## ABOUT THIS TASK:
Return every line from the one with "is handed to" through the one with "def recording(held: list, step: int", inclusive, exactly as it appears below.

## INFORMATION PROVIDED:
---*---
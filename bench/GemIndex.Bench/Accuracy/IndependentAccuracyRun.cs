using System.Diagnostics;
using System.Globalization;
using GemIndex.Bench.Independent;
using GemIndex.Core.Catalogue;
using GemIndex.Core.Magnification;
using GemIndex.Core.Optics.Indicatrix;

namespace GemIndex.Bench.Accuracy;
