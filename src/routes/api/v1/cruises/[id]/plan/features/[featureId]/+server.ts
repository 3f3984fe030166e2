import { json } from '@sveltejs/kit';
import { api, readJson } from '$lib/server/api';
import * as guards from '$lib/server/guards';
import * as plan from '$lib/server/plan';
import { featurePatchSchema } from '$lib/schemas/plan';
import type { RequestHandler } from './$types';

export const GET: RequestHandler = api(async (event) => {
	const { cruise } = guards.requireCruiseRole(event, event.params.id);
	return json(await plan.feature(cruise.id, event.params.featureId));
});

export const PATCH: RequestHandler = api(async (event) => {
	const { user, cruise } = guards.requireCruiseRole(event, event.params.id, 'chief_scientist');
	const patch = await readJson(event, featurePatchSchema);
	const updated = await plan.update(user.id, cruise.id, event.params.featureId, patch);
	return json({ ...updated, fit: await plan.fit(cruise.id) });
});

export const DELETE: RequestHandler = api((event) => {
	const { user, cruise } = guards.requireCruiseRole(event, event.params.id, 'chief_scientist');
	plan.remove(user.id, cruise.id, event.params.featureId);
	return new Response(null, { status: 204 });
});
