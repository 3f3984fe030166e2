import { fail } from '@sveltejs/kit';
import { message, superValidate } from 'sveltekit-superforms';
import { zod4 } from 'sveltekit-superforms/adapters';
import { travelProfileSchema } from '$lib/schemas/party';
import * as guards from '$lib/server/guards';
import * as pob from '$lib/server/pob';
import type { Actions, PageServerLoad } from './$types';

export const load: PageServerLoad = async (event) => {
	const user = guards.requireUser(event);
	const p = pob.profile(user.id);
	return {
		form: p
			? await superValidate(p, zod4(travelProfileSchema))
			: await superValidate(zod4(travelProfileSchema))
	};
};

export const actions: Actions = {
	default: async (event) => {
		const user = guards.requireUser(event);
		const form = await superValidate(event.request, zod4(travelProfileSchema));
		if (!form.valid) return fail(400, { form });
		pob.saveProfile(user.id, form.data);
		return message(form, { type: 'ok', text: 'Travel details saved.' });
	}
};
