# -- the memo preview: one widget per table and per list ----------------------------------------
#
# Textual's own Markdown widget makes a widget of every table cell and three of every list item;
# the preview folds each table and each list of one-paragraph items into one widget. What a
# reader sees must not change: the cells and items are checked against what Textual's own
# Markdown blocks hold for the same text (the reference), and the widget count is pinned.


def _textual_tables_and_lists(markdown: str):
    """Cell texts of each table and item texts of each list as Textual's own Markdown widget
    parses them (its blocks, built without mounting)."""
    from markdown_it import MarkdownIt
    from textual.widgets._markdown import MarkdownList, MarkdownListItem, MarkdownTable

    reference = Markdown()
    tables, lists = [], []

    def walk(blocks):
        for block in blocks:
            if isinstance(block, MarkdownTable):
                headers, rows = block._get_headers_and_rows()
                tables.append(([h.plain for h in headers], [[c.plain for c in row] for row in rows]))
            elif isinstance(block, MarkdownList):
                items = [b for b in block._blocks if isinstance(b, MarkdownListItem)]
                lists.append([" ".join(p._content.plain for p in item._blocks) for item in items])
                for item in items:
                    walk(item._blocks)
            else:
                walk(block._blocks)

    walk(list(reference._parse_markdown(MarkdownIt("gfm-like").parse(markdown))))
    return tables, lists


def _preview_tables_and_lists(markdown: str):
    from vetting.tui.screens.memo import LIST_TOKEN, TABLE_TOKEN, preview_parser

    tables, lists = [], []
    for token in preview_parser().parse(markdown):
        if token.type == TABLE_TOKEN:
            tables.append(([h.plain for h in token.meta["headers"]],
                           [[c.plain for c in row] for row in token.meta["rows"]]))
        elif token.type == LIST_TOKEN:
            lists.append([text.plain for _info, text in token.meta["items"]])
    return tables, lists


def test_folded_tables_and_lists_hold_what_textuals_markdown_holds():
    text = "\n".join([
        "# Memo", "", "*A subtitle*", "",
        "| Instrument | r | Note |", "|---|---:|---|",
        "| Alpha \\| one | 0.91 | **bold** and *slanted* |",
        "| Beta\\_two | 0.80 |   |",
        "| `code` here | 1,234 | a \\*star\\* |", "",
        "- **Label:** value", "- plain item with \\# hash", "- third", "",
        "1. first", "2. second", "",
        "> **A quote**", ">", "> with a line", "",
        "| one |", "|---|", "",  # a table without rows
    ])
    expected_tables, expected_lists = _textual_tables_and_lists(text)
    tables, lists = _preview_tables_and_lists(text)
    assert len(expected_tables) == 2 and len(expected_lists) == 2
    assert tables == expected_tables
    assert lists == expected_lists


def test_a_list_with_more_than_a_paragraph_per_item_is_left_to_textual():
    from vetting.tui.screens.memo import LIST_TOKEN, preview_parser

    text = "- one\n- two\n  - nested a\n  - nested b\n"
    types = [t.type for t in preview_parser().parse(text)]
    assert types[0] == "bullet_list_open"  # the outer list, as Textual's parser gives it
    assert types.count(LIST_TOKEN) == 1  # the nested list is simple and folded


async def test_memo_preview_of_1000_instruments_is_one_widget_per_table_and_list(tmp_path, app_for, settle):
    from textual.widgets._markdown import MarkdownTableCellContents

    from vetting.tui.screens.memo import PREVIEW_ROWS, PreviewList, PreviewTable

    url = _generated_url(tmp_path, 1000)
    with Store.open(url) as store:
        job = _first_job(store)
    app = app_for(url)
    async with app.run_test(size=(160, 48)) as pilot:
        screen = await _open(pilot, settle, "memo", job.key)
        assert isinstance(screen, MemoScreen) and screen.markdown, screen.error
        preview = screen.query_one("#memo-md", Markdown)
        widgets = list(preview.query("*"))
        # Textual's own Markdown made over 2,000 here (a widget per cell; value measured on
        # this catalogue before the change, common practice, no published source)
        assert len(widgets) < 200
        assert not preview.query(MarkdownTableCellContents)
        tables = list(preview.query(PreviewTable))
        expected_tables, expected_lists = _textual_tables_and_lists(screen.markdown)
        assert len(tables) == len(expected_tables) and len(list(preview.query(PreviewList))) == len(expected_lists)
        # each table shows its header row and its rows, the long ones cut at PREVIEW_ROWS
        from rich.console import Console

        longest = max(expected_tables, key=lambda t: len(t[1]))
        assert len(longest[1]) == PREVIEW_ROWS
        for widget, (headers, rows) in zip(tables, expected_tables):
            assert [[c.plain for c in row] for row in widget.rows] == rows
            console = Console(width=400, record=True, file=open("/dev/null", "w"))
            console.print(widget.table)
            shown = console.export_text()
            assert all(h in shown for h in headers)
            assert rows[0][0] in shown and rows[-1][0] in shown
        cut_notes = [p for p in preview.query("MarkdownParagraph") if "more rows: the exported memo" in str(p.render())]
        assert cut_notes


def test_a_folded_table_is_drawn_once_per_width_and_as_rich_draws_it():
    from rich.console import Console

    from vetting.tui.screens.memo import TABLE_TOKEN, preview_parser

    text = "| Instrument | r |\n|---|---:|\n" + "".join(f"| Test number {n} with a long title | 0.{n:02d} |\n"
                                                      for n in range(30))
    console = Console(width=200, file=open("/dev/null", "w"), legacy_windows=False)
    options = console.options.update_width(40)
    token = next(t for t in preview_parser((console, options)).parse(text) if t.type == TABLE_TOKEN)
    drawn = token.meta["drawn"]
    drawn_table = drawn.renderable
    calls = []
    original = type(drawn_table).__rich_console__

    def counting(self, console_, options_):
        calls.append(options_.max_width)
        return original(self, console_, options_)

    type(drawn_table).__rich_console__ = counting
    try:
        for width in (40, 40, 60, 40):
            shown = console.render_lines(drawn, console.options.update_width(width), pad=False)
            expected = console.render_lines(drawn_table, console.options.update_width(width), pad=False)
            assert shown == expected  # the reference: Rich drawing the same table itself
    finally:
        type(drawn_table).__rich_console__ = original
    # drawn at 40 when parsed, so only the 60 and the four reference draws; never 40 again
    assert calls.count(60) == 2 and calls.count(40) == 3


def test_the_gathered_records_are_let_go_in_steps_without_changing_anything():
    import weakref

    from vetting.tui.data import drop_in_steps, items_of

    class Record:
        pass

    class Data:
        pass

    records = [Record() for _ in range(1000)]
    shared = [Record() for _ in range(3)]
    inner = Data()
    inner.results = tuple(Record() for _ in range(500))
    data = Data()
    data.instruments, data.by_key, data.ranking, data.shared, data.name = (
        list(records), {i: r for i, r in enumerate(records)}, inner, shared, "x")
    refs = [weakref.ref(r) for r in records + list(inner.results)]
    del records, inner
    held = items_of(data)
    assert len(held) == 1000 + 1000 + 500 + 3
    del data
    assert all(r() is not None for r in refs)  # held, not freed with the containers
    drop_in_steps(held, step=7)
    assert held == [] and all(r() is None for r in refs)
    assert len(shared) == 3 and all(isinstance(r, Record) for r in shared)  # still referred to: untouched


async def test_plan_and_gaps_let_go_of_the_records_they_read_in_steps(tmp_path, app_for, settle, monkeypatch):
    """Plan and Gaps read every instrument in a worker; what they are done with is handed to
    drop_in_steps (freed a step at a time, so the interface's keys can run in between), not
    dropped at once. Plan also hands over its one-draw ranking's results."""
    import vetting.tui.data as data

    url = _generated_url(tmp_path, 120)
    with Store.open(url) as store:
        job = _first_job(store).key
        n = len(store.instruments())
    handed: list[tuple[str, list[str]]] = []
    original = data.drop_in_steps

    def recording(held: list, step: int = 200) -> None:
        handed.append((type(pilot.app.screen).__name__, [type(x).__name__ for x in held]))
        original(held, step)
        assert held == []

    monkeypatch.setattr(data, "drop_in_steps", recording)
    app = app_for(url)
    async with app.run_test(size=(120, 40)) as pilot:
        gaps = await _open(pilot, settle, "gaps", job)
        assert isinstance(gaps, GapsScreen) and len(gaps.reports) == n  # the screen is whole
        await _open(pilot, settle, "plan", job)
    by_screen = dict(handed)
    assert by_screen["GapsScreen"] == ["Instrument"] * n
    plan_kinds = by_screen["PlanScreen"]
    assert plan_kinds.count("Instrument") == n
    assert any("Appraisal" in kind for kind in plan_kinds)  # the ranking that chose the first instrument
---*---
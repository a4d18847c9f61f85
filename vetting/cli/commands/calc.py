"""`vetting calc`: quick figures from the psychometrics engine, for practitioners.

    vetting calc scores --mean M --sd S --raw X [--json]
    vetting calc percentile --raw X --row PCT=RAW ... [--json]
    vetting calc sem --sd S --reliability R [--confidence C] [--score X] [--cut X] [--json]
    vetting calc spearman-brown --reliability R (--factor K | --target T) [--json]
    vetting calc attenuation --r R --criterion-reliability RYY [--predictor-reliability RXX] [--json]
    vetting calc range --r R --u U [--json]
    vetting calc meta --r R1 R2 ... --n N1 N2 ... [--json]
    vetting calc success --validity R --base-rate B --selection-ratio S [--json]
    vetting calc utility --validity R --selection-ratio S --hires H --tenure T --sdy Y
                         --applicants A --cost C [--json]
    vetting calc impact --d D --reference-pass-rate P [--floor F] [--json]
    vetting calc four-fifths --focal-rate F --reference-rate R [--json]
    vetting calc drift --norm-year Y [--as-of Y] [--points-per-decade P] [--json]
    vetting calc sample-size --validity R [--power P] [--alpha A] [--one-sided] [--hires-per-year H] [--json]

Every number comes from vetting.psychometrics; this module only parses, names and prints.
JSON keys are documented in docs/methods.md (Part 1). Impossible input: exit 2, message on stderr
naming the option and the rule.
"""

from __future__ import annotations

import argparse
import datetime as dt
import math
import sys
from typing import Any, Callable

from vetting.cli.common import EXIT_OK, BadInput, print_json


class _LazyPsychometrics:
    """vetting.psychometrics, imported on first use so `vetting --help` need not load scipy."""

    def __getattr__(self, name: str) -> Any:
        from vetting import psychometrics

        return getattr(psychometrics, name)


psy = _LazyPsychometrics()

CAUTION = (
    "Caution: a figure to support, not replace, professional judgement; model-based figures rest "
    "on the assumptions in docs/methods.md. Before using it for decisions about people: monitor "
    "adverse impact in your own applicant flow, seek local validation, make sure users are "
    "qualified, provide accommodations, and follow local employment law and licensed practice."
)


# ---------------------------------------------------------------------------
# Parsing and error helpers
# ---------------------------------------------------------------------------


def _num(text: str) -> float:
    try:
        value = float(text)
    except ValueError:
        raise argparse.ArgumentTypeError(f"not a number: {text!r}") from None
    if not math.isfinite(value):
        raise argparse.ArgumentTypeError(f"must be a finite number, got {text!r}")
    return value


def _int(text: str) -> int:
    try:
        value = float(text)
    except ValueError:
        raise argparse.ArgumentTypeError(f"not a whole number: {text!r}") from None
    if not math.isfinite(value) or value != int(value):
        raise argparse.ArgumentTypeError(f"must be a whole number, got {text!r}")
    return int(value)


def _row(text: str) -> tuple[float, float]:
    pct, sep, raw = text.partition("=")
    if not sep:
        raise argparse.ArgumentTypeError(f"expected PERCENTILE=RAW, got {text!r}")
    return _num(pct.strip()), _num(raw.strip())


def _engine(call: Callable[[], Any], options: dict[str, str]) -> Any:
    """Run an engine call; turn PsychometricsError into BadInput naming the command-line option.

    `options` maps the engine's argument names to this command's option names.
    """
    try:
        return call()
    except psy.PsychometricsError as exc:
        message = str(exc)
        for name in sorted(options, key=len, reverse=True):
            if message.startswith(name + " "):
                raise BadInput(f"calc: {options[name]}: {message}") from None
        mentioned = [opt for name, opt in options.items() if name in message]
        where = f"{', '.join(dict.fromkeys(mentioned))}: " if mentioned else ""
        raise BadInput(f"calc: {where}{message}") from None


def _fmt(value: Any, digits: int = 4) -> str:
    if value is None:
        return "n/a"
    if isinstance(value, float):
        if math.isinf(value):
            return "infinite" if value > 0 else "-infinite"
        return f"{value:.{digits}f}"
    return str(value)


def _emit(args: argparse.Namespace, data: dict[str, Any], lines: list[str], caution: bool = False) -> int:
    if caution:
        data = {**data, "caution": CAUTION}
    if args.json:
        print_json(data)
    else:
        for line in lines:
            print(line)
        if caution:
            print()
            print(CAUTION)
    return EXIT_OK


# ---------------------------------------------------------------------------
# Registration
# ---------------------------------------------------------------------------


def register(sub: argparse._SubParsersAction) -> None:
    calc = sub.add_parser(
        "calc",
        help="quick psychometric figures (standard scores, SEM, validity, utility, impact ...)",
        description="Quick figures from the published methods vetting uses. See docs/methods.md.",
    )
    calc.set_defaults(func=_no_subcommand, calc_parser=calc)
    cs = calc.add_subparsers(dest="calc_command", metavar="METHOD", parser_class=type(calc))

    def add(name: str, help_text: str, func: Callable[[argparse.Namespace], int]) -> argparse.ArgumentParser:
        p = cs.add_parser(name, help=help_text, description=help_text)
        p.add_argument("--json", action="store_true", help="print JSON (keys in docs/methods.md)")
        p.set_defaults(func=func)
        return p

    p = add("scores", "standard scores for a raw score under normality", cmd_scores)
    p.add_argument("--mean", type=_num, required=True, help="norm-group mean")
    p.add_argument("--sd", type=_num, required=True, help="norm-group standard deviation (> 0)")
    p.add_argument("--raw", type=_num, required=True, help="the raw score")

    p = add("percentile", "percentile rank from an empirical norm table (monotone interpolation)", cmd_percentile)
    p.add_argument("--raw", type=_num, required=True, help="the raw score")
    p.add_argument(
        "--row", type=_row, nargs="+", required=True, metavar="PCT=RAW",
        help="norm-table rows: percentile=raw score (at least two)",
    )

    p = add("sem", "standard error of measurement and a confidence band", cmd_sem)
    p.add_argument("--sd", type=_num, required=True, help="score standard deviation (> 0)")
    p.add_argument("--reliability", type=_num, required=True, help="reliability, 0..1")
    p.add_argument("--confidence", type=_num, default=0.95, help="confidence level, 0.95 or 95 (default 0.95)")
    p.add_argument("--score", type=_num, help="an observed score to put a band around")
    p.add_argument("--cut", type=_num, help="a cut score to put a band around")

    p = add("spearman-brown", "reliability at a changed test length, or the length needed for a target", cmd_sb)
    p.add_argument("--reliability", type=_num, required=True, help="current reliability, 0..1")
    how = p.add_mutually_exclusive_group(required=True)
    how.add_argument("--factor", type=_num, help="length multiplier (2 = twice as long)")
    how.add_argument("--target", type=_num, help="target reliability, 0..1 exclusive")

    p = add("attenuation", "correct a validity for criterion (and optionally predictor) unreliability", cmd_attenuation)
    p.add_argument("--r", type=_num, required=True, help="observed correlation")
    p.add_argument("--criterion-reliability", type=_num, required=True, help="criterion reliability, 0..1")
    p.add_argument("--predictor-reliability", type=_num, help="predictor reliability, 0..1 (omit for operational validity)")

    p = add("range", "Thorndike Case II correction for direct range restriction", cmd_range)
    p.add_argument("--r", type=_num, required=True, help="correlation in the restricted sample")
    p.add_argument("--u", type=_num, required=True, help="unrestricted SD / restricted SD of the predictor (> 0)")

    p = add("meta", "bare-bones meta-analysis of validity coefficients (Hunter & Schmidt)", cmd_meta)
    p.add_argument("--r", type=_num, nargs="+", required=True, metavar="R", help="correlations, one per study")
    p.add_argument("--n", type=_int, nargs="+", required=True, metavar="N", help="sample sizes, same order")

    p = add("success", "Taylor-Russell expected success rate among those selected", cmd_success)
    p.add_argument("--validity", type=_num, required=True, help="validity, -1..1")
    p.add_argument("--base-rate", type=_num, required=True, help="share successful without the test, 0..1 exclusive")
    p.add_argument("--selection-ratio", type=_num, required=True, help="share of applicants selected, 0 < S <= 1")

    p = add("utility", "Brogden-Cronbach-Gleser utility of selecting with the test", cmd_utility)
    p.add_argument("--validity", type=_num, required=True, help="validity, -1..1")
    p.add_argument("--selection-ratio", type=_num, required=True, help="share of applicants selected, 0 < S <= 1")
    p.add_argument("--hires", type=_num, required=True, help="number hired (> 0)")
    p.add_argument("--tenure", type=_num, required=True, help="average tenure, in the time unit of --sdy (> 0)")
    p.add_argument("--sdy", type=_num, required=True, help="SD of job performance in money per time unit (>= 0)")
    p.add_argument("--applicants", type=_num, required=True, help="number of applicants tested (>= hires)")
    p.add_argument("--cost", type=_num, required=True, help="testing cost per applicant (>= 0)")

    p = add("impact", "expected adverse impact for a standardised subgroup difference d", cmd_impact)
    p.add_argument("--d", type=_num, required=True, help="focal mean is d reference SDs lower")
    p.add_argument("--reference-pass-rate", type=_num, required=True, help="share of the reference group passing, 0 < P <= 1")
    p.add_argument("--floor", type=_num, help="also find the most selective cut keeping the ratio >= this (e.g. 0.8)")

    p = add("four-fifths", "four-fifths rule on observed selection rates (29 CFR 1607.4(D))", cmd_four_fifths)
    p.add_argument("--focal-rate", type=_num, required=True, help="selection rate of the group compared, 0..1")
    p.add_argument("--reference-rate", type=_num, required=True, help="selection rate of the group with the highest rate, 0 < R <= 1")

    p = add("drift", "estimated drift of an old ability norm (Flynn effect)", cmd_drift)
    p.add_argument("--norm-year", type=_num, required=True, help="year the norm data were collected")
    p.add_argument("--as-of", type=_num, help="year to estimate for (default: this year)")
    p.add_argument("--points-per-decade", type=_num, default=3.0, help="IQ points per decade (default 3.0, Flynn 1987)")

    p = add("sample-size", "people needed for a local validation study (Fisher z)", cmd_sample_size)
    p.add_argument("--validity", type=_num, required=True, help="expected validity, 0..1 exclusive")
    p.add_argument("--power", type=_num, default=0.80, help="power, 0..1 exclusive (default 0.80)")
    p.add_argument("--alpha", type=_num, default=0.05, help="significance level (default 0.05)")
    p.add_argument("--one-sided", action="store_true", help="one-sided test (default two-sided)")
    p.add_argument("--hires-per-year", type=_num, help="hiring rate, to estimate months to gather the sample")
---*---
## SOLUTION TO THIS EXERCISE:
    """Plan and Gaps read every instrument in a worker; what they are done with is handed to
    drop_in_steps (freed a step at a time, so the interface's keys can run in between), not
    dropped at once. Plan also hands over its one-draw ranking's results."""
    import vetting.tui.data as data

    url = _generated_url(tmp_path, 120)
    with Store.open(url) as store:
        job = _first_job(store).key
        n = len(store.instruments())
    handed: list[tuple[str, list[str]]] = []
    original = data.drop_in_steps

    def recording(held: list, step: int = 200) -> None:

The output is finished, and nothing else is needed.